Abstract
Compression refers to reducing the quantity of data, bits used to represent, store and/or transmit file content, without excessively
reducing the quality of the original data. Data Compression technique can be Lossless which enables exact reproduction of the
original data on decomposition or Lossy which does not. Text data compression techniques are normally lossless. There are many
text data compression algorithms, and it is essential that best ones be identified and evaluated towards optimizing compression
purposes. This research focused on proffering key compression algorithms, and evaluating them towards ensuring selection of
better algorithms over poorer ones. Dominant text data compression algorithms employing Statistical and Dictionary based
compression techniques were determined through qualitative analysis of extant literature for convergence and expositions using
inductive approach. The proffered algorithms were implemented in Java, and were evaluated along compression ratio,
compression and decompression time using text files obtained from Canterbury corpus. Huffman and Arithmetic coding
techniques were proffered for statistical, and Lempel-Ziv-Welch (LZW) for dictionary-based technique.
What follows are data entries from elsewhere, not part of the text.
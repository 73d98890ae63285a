"""Entry point `solve`: the nodes and motions of this plugin; numerics are imported when a node runs."""

from __future__ import annotations

from shiftfix.api import (
    EarthOrientation,
    FrequencyTable,
    MotionSpec,
    NodeSpec,
    OffsetTable,
    Port,
    Solution,
    StartTable,
    StationTable,
    hookimpl,
)
from shiftfix_solve.options import (
    FixedOptions,
    FixParams,
    OrbitOptions,
    PolynomialOptions,
    SearchParams,
    SurfaceOptions,
)


def _search(inputs, params, context):
    from shiftfix_solve.search import search

    return search(inputs, params, context)


def _fix(inputs, params, context):
    from shiftfix_solve.fix import fix

    return fix(inputs, params, context)


def _orbit(options, scene):
    from shiftfix_solve.motions import orbit

    return orbit(options, scene)


def _surface(options, scene):
    from shiftfix_solve.motions import surface

    return surface(options, scene)


def _fixed(options, scene):
    from shiftfix_solve.motions import fixed

    return fixed(options, scene)


def _polynomial(options, scene):
    from shiftfix_solve.motions import polynomial

    return polynomial(options, scene)


_DATA = {
    "frequencies": Port(FrequencyTable, "received frequencies of the emitter", many=True),
    "stations": Port(StationTable, "stations that received"),
    "offsets": Port(OffsetTable, "calibrated station offsets", optional=True),
    "orientation": Port(EarthOrientation, "Earth orientation; the bundled table when absent", optional=True),
}


@hookimpl
def shiftfix_nodes():
    """Return the nodes `search` and `fix`."""
    return (
        NodeSpec(
            name="search",
            summary="find starting states of a declared motion without any prior, one or more per basin",
            function=_search,
            inputs=_DATA,
            outputs={"starts": Port(StartTable, "candidate states with weights")},
            params=SearchParams,
        ),
        NodeSpec(
            name="fix",
            summary="fit the motion, rest frequency and station offsets; list every solution that fits, with odds",
            function=_fix,
            inputs={**_DATA, "starts": Port(StartTable, "candidate states")},
            outputs={"solution": Port(Solution, "answer with residuals")},
            params=FixParams,
        ),
    )


@hookimpl
def shiftfix_motions():
    """Return the motions of this plugin."""
    return (
        MotionSpec("orbit", "satellite: numerical orbit about the Earth", _orbit, OrbitOptions),
        MotionSpec(
            "surface",
            "vessel or vehicle: constant velocity on the ellipsoid, in one or several legs",
            _surface,
            SurfaceOptions,
        ),
        MotionSpec("fixed", "emitter at rest on the ground", _fixed, FixedOptions),
        MotionSpec(
            "polynomial",
            "aircraft: straight line, with constant velocity or acceleration",
            _polynomial,
            PolynomialOptions,
        ),
    )
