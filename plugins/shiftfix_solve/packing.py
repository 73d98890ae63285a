"""From an answer on arrays to the Solution table: residuals of every row, stations, alternatives, words."""

from __future__ import annotations

from dataclasses import replace

import numpy as np
import pandas as pd

from shiftfix.api import (
    Alternative,
    Parameter,
    Solution,
    StationResult,
    ellipse,
    enu_axes,
    geodetic_from_itrs,
    utc_text,
)

NEAR_EARTH_M = 1e8


def pack(answer, arc, bound, settings, starts, context) -> Solution:
    """Return the Solution of an answer."""
    from shiftfix.api import cautions_for

    fields = dict(
        verdict=answer.verdict,
        verdict_text=answer.text,
        motion=bound.name,
        epoch_tai_ns=arc.epoch_tai_ns,
        epoch_utc=utc_text(arc.epoch_tai_ns),
        frame=bound.frame,
        unobservable=answer.unobservable,
        findings=(_assumed(settings.fit.clocks, arc.rows.reference_hz), *answer.findings, *starts.findings),
        cautions=cautions_for(
            context.emitter_classes, float(np.median(arc.table.array("received_frequency_hz")))
        ),
    )
    if answer.widened is None:
        return Solution(warnings=_warnings(answer, arc), rows=_base(arc), covariance_reason=answer.text, **fields)
    fit = answer.widened.fit
    if answer.kept is not None:
        low = {int(i): "below the elevation mask" for i in arc.index[~answer.kept]}
        arc = replace(arc, index=arc.index[answer.kept], excluded={**arc.excluded, **low})
    delivered = answer.verdict in ("fix", "ambiguous")
    fields |= dict(
        warnings=_warnings(answer, arc),
        rows=_residuals(arc, fit),
        covariance_kind=answer.widened.kind,
        frequency_datum=fit.nuisance.datum,
        chi_square=float(fit.chi_square),
        degrees_of_freedom=int(fit.degrees_of_freedom),
        converged=bool(fit.converged),
        rank_full=bool(fit.rank_full),
        second_minimum=bool(answer.others),
        condition=float(fit.condition) if np.isfinite(fit.condition) else None,
        iterations=int(fit.iterations),
    )
    if not delivered:
        return Solution(covariance_reason=answer.text, stations=_stations(answer, arc, fit, None), **fields)
    covariance = answer.parameter_covariance
    rest, rest_sigma, drift = _rest_frequency(fit, covariance, arc)
    return Solution(
        position_m=answer.position,
        velocity_m_s=answer.velocity,
        covariance=answer.state_covariance,
        geodetic=_geodetic(answer, arc, bound),
        rest_frequency_hz=rest,
        rest_frequency_sigma_hz=rest_sigma,
        rest_frequency_drift_hz_s=drift,
        stations=_stations(answer, arc, fit, covariance),
        parameters=_parameters(fit, covariance, settings),
        alternatives=_alternatives(answer, arc, bound),
        odds=float(answer.odds[0]),
        budget=answer.budget,
        **fields,
    )


def _warnings(answer, arc) -> tuple[str, ...]:
    out = list(arc.table.notes) + list(arc.notes)
    if arc.table.rejects:
        out.append(f"rows rejected when the files were read: {len(arc.table.rejects)}; run.json lists them")
    if arc.excluded:
        reasons: dict[str, int] = {}
        for reason in arc.excluded.values():
            reasons[reason] = reasons.get(reason, 0) + 1
        out += [f"rows left out ({reason}): {count}" for reason, count in sorted(reasons.items())]
    if answer.widened is not None and answer.widened.kind != "formal":
        out.append("the residuals contradict the stated noise; the error was widened to what they show")
    if len(answer.odds) > 1 and answer.verdict in ("fix", "ambiguous"):
        out.append("other solutions fit; see the alternatives and their odds")
    return tuple(out)


def _assumed(clocks, reference_hz: float) -> str:
    """Return what the answer and its odds take for granted about oscillators, in words."""
    emitter = {
        "constant": "constant",
        "drift": f"drifts by 0 +/- {clocks.emitter_drift_sigma_per_s:.2g} 1/s "
        f"(+/- {clocks.emitter_drift_sigma_per_s * reference_hz:.2g} Hz/s)",
        "random_walk": f"walks by {clocks.emitter_walk:.2g} in one second",
    }[clocks.emitter]
    station = {
        "constant": "constant",
        "drift": f"drift by 0 +/- {clocks.station_drift_sigma_per_s:.2g} 1/s",
        "random_walk": f"walk by {clocks.station_walk:.2g} in one second",
        "piecewise": "constant within an arc",
        "calibrated": "from known emitters",
    }[clocks.station]
    steps = f", with {len(clocks.steps_s)} steps of its frequency" if clocks.steps_s else ""
    rest = ""
    if np.isfinite(clocks.rest_log_sigma):
        rest = f"; rest frequency beforehand +/- {clocks.rest_log_sigma * reference_hz:.4g} Hz"
    return f"assumed (1 sigma): emitter's oscillator {emitter}{steps}; stations' oscillators {station}{rest}"


def _base(arc) -> pd.DataFrame:
    table = arc.table.rows
    names = ["station_id", "emitter_id", "time_tai_ns", "interval_s", "received_frequency_hz", "source", "row_number"]
    rows = table[names].copy()
    for name in ("model_frequency_hz", "residual_hz", "normalised_residual_1", "sigma_hz", "weight_1", "elevation_deg"):
        rows[name] = np.nan
    flag = table["flag"].to_numpy(object).copy()
    reason = table["reason"].to_numpy(object).copy()
    for i, why in arc.excluded.items():
        flag[i], reason[i] = "reject", why
    rows["flag"], rows["reason"] = flag, reason
    return rows


def _residuals(arc, fit) -> pd.DataFrame:
    rows = _base(arc)
    index = arc.index
    received = arc.table.array("received_frequency_hz")[index]
    # Residual in hertz: f - f exp(-r) = -f expm1(-r), exact for any size of r.
    residual = -received * np.expm1(-fit.residuals)
    columns = {
        "model_frequency_hz": received - residual,
        "residual_hz": residual,
        "normalised_residual_1": fit.normalised,
        "sigma_hz": fit.forward.rows.sigma * received,
        "weight_1": np.where(fit.used, fit.weights, 0.0),
        "elevation_deg": fit.forward.elevation_deg(fit.path),
    }
    for name, values in columns.items():
        full = rows[name].to_numpy().copy()
        full[index] = values
        rows[name] = full
    flag, reason = rows["flag"].to_numpy(object).copy(), rows["reason"].to_numpy(object).copy()
    down, reject = fit.used & (fit.weights < 0.999), ~fit.used
    for i, size in zip(index[reject], fit.normalised[reject], strict=True):
        flag[i], reason[i] = "reject", f"residual {abs(size):.1f} sigma"
    for i, size in zip(index[down], fit.normalised[down], strict=True):
        flag[i], reason[i] = "downweight", reason[i] or f"residual {abs(size):.1f} sigma"
    rows["flag"], rows["reason"] = flag, reason
    return rows


def _rest_frequency(fit, covariance, arc) -> tuple[float, float, float | None]:
    p = fit.parameters.size
    k = fit.nuisance.index("ln_rest_frequency_1")
    # The parameter refers to the reference time of the linear model; the drift brings it to the arc epoch.
    value = float(arc.rows.reference_hz * np.exp(fit.linear[k]))
    sigma = value * float(np.hypot(np.sqrt(covariance[p + k, p + k]), fit.nuisance.datum_sigma))
    d = fit.nuisance.index("emitter_drift_1_s")
    drift = None if d is None else float(value * fit.linear[d])
    if drift is not None:
        value -= drift * fit.nuisance.reference_s
    return value, sigma, drift


def _stations(answer, arc, fit, covariance) -> tuple[StationResult, ...]:
    p = fit.parameters.size
    out = []
    rows = fit.forward.rows
    received = arc.table.array("received_frequency_hz")[arc.index]
    ids = arc.table.array("station_id").astype(str)
    for s, receiver in enumerate(arc.receivers):
        mine = rows.station == s
        used = mine & fit.used
        offset = sigma = drift = None
        if covariance is not None:
            k = fit.nuisance.index(f"offset[{receiver.station_id}]_1")
            if k is not None:
                offset, sigma = float(np.expm1(fit.linear[k])), float(np.sqrt(covariance[p + k, p + k]))
            elif fit.nuisance.datum.startswith(f"reference of {receiver.station_id},"):
                offset, sigma = receiver.offset, 0.0
            if arc.offsets is not None:
                offset, sigma = _calibrated(arc.offsets, receiver.station_id)
            d = fit.nuisance.index(f"drift[{receiver.station_id}]_1_s")
            drift = None if d is None else float(fit.linear[d])
        total = int((ids == receiver.station_id).sum())
        rms = float(np.sqrt(np.mean((received * fit.residuals)[used] ** 2))) if used.any() else None
        out.append(
            StationResult(receiver.station_id, offset, sigma, drift, rms, int(used.sum()), total - int(used.sum()))
        )
    return tuple(out)


def _calibrated(offsets, station_id: str) -> tuple[float | None, float | None]:
    """Return the median calibrated offset of a station over the arc and the 1-sigma of its mean."""
    mine = offsets.array("station_id").astype(str) == station_id
    if not mine.any():
        return None, None
    phase = np.sqrt(2.0) * offsets.array("phase_sigma_s")[mine] / np.maximum(offsets.array("interval_s")[mine], 1e-9)
    single = np.median(np.hypot(offsets.array("offset_sigma_1")[mine], phase))
    common = np.median(offsets.array("common_sigma_1")[mine])
    return float(np.median(offsets.array("offset_1")[mine])), float(np.hypot(common, single / np.sqrt(mine.sum())))


def _parameters(fit, covariance, settings) -> tuple[Parameter, ...]:
    p = fit.parameters.size
    sigma = np.sqrt(np.diag(covariance))
    out = []
    prior = {q.index: q.sigma for q in settings.fit.priors if hasattr(q, "index")}
    values = _usual_angles(fit.motion.parameter_names, fit.parameters)
    for k, name in enumerate(fit.motion.parameter_names):
        informed = "prior" if k in prior and sigma[k] > 0.7 * prior[k] else "data"
        out.append(Parameter(name, float(values[k]), float(sigma[k]), "estimated", informed))
    scale = np.abs(fit.nuisance.prior_rows)
    for k, name in enumerate(fit.nuisance.names):
        if "walk" in name:
            continue
        strength = scale[:, k].max(initial=0.0)
        informed = "prior" if strength > 0 and sigma[p + k] * strength > 0.7 else "data"
        out.append(Parameter(name, float(fit.linear[k]), float(sigma[p + k]), "estimated", informed))
    return tuple(out)


def _usual_angles(names, parameters: np.ndarray) -> np.ndarray:
    """Return the parameters with latitude within +/- pi/2 and longitude within +/- pi.

    The fit of an emitter at rest may go over a pole: the place is the same with latitude pi - B and longitude L + pi.
    """
    out = np.array(parameters, dtype=float)
    if "latitude_rad" not in names or "longitude_rad" not in names:
        return out
    i, j = names.index("latitude_rad"), names.index("longitude_rad")
    if np.cos(out[i]) < 0.0:
        out[j] += np.pi
    out[i] = np.arcsin(np.sin(out[i]))
    out[j] = (out[j] + np.pi) % (2.0 * np.pi) - np.pi
    return out


def _place(position, arc, bound) -> tuple[np.ndarray, np.ndarray, dict] | None:
    """Return rotation to ITRS, east-north-up axes and geodetic place of a position; None far from the Earth."""
    if np.linalg.norm(position) > NEAR_EARTH_M:
        return None
    rotation = arc.frame.rotation(np.zeros(1))[0].T if bound.frame == "GCRS" else np.eye(3)
    latitude, longitude, height = (float(a) for a in geodetic_from_itrs(rotation @ position))
    place = {
        "latitude_deg": float(np.degrees(latitude)),
        "longitude_deg": float(np.degrees(longitude)),
        "height_m": height,
    }
    return rotation, enu_axes(latitude, longitude), place


def _geodetic(answer, arc, bound) -> dict | None:
    found = _place(answer.position, arc, bound)
    if found is None:
        return None
    rotation, axes, place = found
    turn = axes @ rotation
    local = turn @ answer.state_covariance[:3, :3] @ turn.T
    out = {
        **place,
        "height_sigma_m": float(np.sqrt(max(local[2, 2], 0.0))),
        "ellipse_50": ellipse(local[:2, :2], 0.50),
        "ellipse_95": ellipse(local[:2, :2], 0.95),
    }
    if bound.frame == "ITRS" and np.any(answer.velocity):
        east, north, up = (float(v) for v in axes @ answer.velocity)
        course = float(np.degrees(np.arctan2(east, north)) % 360.0)
        out |= {"speed_m_s": float(np.hypot(east, north)), "course_deg": course, "climb_m_s": up}
    return out


def _alternatives(answer, arc, bound) -> tuple[Alternative, ...]:
    out = []
    for fit, chance in zip(answer.others, answer.odds[1:], strict=True):
        position, velocity, _ = bound.state(fit.path)
        state = {"position_m": [float(v) for v in position], "velocity_m_s": [float(v) for v in velocity]}
        rms = float(np.sqrt(np.mean(fit.normalised[fit.used] ** 2)))
        found = _place(position, arc, bound)
        out.append(Alternative(state, float(chance), rms, found[2] if found else None))
    return tuple(out)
LZW was indicated the
best with the highest compression ratio of 2.36314, followed by Arithmetic with compression ratio of 1.70534, and Huffman with
compression ratio of 1.62877. It was noted that the performance of the data compression algorithms on compression time and
decompression time depend on the characteristics of the files, the different symbols and symbol frequencies. Usage of LZW, in
data storage and transmission, would go a long way in optimizing compression purposes.